JEFFREY ALLEN, MD: A restrictive operation, in some capacity or another, decreases the size of the functioning stomach. And with the decrease in the size of the functioning stomach, patients can’t eat as fast. They can’t eat as much at one time. They have to chew their food thoroughly. And the net result of that is eating less by fooling the body into thinking that there’s more food in than there really is.
The other type is a malabsorptive operation. And what a malabsorptive operation is, is limiting how much of the food is absorbed. The absorption of nutrients, vitamins and fatty foods, and carbohydrates, occurs in the small intestine predominantly. And if some of that is bypassed or not part of the normal food stream, then that’s a decrease in the amount that can be absorbed.

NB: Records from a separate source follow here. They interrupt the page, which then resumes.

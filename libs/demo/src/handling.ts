import type { Separable } from '@lampwright/harness';

/**
 * Seconds to reach, open and close a point with gloves on, standing at it; ladders included, walking not.
 * Common practice, no source: estimates, which a yard replaces with its own times.
 */
const SECONDS = {
  /** Round weatherproof plug, half a turn. */
  twist: [15, 20],
  /** Sealed rectangular plug with a latch. */
  latch: [25, 25],
  /** The same, above the tyres or behind a cross member, where it takes an arm's length. */
  latchDeep: [45, 50],
  /** Plug inside the nose box, behind four cover screws. */
  noseBox: [75, 90],
  /** Old bullet connectors under tape. */
  taped: [60, 80],
  /** Plug reached from a ladder. */
  plugHigh: [110, 100],
  /** Lamp in a rubber grommet: pry it out, unplug it. */
  grommet: [35, 45],
  grommetHigh: [120, 115],
  /** Two screws, then the plug. */
  screwed: [70, 85],
  screwedHigh: [150, 150],
  /** Lamp with a plug on its pigtail that can be reached behind the bracket. */
  pigtail: [20, 25],
  /** Electronic unit with a sealed, locked plug under a cover. */
  unit: [50, 60],
} as const satisfies Record<string, readonly [open: number, close: number]>;

export type Handling = keyof typeof SECONDS;

export function separable(handling: Handling): Separable {
  const [openSeconds, closeSeconds] = SECONDS[handling];
  return { openSeconds, closeSeconds };
}
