import { contextOf, findings, foldTrace, stepOf } from '@lampwright/trace';
import { demoTraces } from './demoTraces';
import { finishedTraces } from './finishedTraces';

const played = demoTraces().map((record, index) => {
  const story = finishedTraces[index];
  if (!story) throw new Error('more traces than stories');
  return { unit: record.trailer.unit, record, story, log: foldTrace(record) };
});

describe('the played traces', () => {
  it('are one for each story, the same every time', () => {
    expect(played).toHaveLength(finishedTraces.length);
    expect(demoTraces()).toEqual(played.map(({ record }) => record));
  }, 30_000);

  it('share no event id', () => {
    const ids = played.flatMap(({ record }) => record.events.map(({ id }) => id));
    expect(new Set(ids).size).toBe(ids.length);
  });

  it.each(played)('are signed and closed up on $unit, with no event refused', ({ log }) => {
    expect(stepOf(log)).toBe('signed');
    expect(log.skipped).toEqual([]);
    expect(contextOf(log).open).toEqual([]);
  });

  it.each(played)('repair on $unit what the story hides and nothing else', ({ log, story }) => {
    const repaired = contextOf(log).repairs.map(({ place }) => place);
    expect(repaired).toHaveLength(story.shorts.length);
    expect(repaired).toEqual(expect.arrayContaining(story.shorts.map(({ place }) => place)));
    expect(contextOf(log).powerUps.length).toBeGreaterThan(0);
  });

  it.each(played)('leave on $unit the lamps dark that the story leaves dark', ({ log, story }) => {
    const left = findings(contextOf(log));
    expect(left).toEqual(
      (story.dark ?? []).map(({ lamp }) =>
        expect.objectContaining({ kind: 'lamp', lamp, result: 'dark' }),
      ),
    );
  });
});
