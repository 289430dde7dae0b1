import type { LampTechnology } from '@lampwright/harness';

export type LampFunction =
  | 'tail'
  | 'stop'
  | 'turn'
  | 'mid-turn'
  | 'plate'
  | 'clearance'
  | 'side-marker'
  | 'identification'
  | 'abs'
  | 'inflation';

/**
 * Amps at 12 V.
 * Filament, from memory of SAE J573: no. 1157 for stop and tail (2.10 A, 0.59 A), 1156 for turn (2.10 A),
 * 67 for the plate (0.59 A), 194 for all markers (0.27 A).
 * LED, common practice, no source: about a tenth of the filament lamp.
 */
const AMPS: Record<LampTechnology, Record<LampFunction, number>> = {
  filament: {
    tail: 0.59,
    stop: 2.1,
    turn: 2.1,
    'mid-turn': 2.1,
    plate: 0.59,
    clearance: 0.27,
    'side-marker': 0.27,
    identification: 0.27,
    abs: 0.27,
    inflation: 0.27,
  },
  led: {
    tail: 0.04,
    stop: 0.35,
    turn: 0.35,
    'mid-turn': 0.2,
    plate: 0.05,
    clearance: 0.05,
    'side-marker': 0.05,
    identification: 0.05,
    abs: 0.05,
    inflation: 0.05,
  },
};

/** Amps that a lamp of this technology draws for one function. */
export function lampAmps(technology: LampTechnology, lampFunction: LampFunction): number {
  return AMPS[technology][lampFunction];
}
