import type { LampColour, LampTechnology, PartId } from '@lampwright/harness';
import type { Wire } from './circuits';
import type { Handling } from './handling';
import type { Feeds } from './lampLoads';

/** The part that feeds a part: one for all its circuits, or one for each. */
export type Feeder = PartId | Partial<Record<Wire, PartId>>;

/** Metres along, across, up, as in the plan document. */
export type At = readonly [along: number, across: number, up: number];

/** What every part but the inlet says. The circuits it carries follow from the loads behind it. */
export interface Node {
  id: PartId;
  label: string;
  at: At;
  where: string;
  from: Feeder;
  /** Length of the run that leads here; by default the way along, across and up, with some slack. */
  metres?: number;
  /** Size of the run that leads here; by default 14 to plugs and splices, 16 to lamps. */
  awg?: number;
  faultWeight?: number;
  /** Circuits that end here without a load, as in a socket for what is towed behind. */
  ends?: readonly Wire[];
}

export interface LampNode extends Node {
  colour: LampColour;
  /** The circuit that feeds each function of the housing. */
  feeds: Feeds;
  /** Absent where the lamp is riveted or spliced in. */
  handling?: Handling;
  technology?: LampTechnology;
}

export interface ModuleNode extends Node {
  loads: Partial<Record<Wire, number>>;
  handling?: Handling;
}
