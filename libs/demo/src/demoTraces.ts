import { defaultSettings, playTrace, TRACE_FORMAT } from '@lampwright/trace';
import type { TraceRecord, TraceTrailer } from '@lampwright/trace';
import { demoYard } from './demoYard';
import type { DemoTrace } from './finishedTraces';

/** How long a person at a trailer takes from one answer to the next, on the whole. Common practice, no source. */
const SECONDS_PER_EVENT = 40;

/**
 * The finished traces of the demo yard, signed, played by a person who follows the planner. On the first revision of
 * each plan and the settings that a shop starts with. The same records every time.
 */
export function demoTraces(): TraceRecord[] {
  return demoYard.finishedTraces.map((story) => {
    const record = opened(story);
    return { ...record, events: playTrace(record, story, { secondsPerEvent: SECONDS_PER_EVENT }) };
  });
}

function opened(story: DemoTrace): TraceRecord {
  const trailer = demoYard.trailers.find(({ id }) => id === story.trailerId);
  const plan = demoYard.plans.find(({ id }) => id === trailer?.planId);
  if (!trailer || !plan) throw new Error(`trace ${story.id} has no trailer with a plan`);
  return {
    format: TRACE_FORMAT,
    id: story.id,
    trailer: asItStood(trailer),
    plan: { id: plan.id, revision: 1, harness: plan.harness },
    settings: defaultSettings,
    author: story.authorId,
    openedAt: story.openedAt,
    events: [],
  };
}

function asItStood({ id, unit, bodyType, secondSources, abs }: TraceTrailer): TraceTrailer {
  return { id, unit, bodyType, secondSources: [...secondSources], abs };
}
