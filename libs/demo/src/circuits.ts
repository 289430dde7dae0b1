import type { Circuit } from '@lampwright/harness';

/** The circuits of an SAE J560 connector that feed something; white, pin 1, is the ground return. */
export type Wire = 'markers' | 'left' | 'stop' | 'right' | 'tail' | 'abs';

/**
 * Contacts, colours and circuits of SAE J560, primary connector.
 * Source: colours and circuits from a public trailer wiring specification page; contact numbers from the
 * published table of trailer connectors in Australia, which rests on J560.
 */
export const J560: Record<Wire, Circuit> = {
  markers: { id: 'markers', name: 'Clearance and side markers', pin: 2, colour: 'black' },
  left: { id: 'left', name: 'Left turn', pin: 3, colour: 'yellow' },
  stop: { id: 'stop', name: 'Stop', pin: 4, colour: 'red' },
  right: { id: 'right', name: 'Right turn', pin: 5, colour: 'green' },
  tail: { id: 'tail', name: 'Tail, marker and identification', pin: 6, colour: 'brown' },
  abs: { id: 'abs', name: 'ABS power', pin: 7, colour: 'blue' },
};

export const WIRES: readonly Wire[] = ['markers', 'left', 'stop', 'right', 'tail', 'abs'];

ANNOUNCER: The two most common procedures are gastric banding and gastric bypass. Gastric banding is a restrictive operation and there are two broad classifications of gastric bands: non-adjustable and adjustable. Adjustable gastric bands are most commonly used. With the banding procedure, the surgeon implants a silicon ring around the top of the stomach. The ring narrows the stomach so that a small pouch forms above the ring.
JEFFREY ALLEN, MD: It’s almost like a belt but it has a balloon on the inner surface, and from time to time we inject saline into the band to tighten the belt down to increase the restriction.
CHRISTINE REN, MD: And food fills the small pouch and then goes through the narrowing into the rest of the stomach.
ANNNOUNCER: The gastric bypass is a combination of restrictive and malabsorptive techniques.